● **Material provided**:

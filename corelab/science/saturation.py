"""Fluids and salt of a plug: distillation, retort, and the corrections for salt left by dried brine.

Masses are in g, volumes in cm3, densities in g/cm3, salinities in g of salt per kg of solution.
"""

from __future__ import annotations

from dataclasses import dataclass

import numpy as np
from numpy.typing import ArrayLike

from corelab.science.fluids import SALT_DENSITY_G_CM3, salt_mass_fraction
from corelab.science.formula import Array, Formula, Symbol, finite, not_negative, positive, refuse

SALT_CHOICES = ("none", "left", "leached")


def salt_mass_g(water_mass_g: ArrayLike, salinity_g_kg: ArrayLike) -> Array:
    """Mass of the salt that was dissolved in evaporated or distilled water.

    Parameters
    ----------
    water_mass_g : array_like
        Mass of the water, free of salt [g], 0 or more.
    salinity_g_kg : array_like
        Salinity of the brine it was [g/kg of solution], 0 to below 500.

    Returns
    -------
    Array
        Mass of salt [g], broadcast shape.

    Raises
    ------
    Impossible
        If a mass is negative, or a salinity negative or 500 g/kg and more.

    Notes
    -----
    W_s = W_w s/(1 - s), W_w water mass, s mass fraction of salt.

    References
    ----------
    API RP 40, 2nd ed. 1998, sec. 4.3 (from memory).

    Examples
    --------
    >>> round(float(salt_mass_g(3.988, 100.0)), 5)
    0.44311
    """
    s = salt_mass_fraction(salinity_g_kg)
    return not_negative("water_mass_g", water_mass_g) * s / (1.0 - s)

--

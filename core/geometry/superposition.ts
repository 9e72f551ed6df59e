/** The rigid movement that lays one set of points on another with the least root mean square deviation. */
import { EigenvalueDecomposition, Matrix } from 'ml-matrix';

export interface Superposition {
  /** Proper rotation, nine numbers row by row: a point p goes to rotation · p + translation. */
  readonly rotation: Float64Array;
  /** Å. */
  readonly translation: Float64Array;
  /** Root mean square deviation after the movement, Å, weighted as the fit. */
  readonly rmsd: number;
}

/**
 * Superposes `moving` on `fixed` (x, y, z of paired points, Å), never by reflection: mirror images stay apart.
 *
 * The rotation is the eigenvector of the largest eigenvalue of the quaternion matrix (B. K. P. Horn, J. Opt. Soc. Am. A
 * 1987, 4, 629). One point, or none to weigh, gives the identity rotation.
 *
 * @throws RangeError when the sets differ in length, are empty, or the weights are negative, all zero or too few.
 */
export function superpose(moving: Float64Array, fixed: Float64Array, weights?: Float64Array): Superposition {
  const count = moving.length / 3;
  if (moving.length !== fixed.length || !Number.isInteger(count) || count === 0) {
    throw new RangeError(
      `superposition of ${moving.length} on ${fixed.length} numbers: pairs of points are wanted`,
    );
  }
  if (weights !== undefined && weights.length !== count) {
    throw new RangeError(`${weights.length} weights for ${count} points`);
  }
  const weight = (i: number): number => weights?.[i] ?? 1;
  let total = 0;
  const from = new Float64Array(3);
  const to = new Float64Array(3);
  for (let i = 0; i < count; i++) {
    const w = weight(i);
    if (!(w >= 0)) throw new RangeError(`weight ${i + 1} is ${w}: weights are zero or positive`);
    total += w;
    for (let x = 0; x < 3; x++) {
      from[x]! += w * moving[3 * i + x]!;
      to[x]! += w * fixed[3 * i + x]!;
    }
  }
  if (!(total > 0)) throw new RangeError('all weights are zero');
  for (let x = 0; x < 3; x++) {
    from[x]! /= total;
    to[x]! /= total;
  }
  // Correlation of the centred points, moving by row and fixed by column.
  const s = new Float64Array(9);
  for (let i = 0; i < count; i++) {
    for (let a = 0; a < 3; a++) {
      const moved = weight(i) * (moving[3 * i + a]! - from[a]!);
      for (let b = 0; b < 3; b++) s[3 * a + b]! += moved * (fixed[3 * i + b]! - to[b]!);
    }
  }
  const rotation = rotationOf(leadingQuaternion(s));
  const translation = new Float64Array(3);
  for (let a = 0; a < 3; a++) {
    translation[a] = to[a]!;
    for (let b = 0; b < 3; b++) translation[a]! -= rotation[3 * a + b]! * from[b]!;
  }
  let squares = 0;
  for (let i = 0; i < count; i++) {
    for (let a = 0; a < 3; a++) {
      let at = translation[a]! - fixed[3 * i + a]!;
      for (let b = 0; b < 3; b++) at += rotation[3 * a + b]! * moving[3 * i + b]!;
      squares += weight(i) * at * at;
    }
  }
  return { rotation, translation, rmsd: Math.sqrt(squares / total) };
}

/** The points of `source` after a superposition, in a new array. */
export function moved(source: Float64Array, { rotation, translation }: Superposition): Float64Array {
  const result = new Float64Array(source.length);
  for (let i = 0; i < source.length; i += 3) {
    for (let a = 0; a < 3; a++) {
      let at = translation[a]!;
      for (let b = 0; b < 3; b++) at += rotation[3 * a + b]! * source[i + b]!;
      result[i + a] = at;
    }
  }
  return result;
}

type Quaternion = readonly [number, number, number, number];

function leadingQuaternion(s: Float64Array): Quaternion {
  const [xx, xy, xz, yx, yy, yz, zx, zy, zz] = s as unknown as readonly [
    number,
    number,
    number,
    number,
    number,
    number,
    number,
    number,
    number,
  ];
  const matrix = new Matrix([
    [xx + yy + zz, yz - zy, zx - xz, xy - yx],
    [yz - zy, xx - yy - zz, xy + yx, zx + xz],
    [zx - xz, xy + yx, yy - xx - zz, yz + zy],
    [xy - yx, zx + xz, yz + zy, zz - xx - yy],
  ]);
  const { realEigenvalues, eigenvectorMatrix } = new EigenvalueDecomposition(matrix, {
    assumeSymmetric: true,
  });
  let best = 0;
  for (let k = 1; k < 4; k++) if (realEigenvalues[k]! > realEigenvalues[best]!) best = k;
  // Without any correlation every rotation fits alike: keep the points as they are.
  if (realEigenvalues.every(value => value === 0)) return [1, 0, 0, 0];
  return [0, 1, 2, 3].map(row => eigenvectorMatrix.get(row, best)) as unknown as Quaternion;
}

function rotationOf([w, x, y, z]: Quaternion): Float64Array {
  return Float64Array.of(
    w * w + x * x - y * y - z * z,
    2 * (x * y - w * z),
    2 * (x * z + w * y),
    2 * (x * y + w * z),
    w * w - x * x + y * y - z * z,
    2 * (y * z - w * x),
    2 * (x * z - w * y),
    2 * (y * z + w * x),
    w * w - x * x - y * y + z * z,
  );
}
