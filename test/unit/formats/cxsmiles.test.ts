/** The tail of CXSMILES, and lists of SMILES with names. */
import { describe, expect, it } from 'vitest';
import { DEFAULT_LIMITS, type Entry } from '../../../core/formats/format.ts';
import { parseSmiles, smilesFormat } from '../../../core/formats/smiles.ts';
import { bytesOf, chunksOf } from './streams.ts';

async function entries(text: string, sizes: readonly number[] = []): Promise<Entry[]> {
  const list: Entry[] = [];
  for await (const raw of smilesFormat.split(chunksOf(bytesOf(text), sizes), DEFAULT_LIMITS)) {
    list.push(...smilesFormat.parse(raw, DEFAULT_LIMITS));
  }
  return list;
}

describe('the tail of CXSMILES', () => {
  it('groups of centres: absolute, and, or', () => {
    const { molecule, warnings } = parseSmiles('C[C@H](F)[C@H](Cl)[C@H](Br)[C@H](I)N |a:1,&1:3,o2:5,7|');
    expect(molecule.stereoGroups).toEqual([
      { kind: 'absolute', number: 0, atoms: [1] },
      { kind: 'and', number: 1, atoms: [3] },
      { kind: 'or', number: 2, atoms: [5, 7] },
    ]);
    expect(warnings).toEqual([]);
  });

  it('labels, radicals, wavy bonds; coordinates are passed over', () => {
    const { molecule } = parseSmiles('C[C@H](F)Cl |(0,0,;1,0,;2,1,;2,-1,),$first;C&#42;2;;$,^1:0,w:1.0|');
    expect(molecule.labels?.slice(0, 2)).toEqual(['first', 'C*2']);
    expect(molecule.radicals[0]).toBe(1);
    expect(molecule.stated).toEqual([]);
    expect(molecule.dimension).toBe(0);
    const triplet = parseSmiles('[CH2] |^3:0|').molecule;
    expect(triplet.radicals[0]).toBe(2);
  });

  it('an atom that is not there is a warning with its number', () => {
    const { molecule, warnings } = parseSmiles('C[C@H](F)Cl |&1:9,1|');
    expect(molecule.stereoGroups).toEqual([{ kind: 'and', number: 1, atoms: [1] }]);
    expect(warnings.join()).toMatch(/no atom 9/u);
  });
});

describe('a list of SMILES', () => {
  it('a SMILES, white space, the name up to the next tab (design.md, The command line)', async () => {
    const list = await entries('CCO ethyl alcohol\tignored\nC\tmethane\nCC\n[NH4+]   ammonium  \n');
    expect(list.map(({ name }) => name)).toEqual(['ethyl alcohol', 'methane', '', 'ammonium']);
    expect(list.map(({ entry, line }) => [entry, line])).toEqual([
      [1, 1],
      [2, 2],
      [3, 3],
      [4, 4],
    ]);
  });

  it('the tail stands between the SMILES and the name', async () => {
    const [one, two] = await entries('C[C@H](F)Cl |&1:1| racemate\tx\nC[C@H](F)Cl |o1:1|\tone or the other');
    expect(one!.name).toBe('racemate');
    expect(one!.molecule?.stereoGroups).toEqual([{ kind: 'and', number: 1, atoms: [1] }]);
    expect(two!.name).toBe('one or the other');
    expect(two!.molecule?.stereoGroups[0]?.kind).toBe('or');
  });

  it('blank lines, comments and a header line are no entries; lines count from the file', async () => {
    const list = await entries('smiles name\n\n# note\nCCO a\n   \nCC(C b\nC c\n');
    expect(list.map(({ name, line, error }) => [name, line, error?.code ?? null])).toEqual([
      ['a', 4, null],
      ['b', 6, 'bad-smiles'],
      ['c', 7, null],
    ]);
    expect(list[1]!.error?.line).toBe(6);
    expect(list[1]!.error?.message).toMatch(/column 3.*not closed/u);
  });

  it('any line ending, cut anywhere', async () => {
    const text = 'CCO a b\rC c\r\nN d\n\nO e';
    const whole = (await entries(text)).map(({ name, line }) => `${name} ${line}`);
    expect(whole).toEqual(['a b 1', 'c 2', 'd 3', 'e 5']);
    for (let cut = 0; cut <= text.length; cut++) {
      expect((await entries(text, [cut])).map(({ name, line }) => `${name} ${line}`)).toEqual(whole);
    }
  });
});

● **Task item**: Repeat exactly the lines above from the one with "water_mass_g : array_like" up to and including the one with "s = salt_mass_fraction(salinity_g_kg)". No other line belongs in the reply.

● **Result for this task**:
    water_mass_g : array_like
        Mass of the water, free of salt [g], 0 or more.
    salinity_g_kg : array_like
        Salinity of the brine it was [g/kg of solution], 0 to below 500.

    Returns
    -------
    Array
        Mass of salt [g], broadcast shape.

    Raises
    ------
    Impossible
        If a mass is negative, or a salinity negative or 500 g/kg and more.

    Notes
    -----
    W_s = W_w s/(1 - s), W_w water mass, s mass fraction of salt.

    References
    ----------
    API RP 40, 2nd ed. 1998, sec. 4.3 (from memory).

    Examples
    --------
    >>> round(float(salt_mass_g(3.988, 100.0)), 5)
    0.44311
    """
    s = salt_mass_fraction(salinity_g_kg)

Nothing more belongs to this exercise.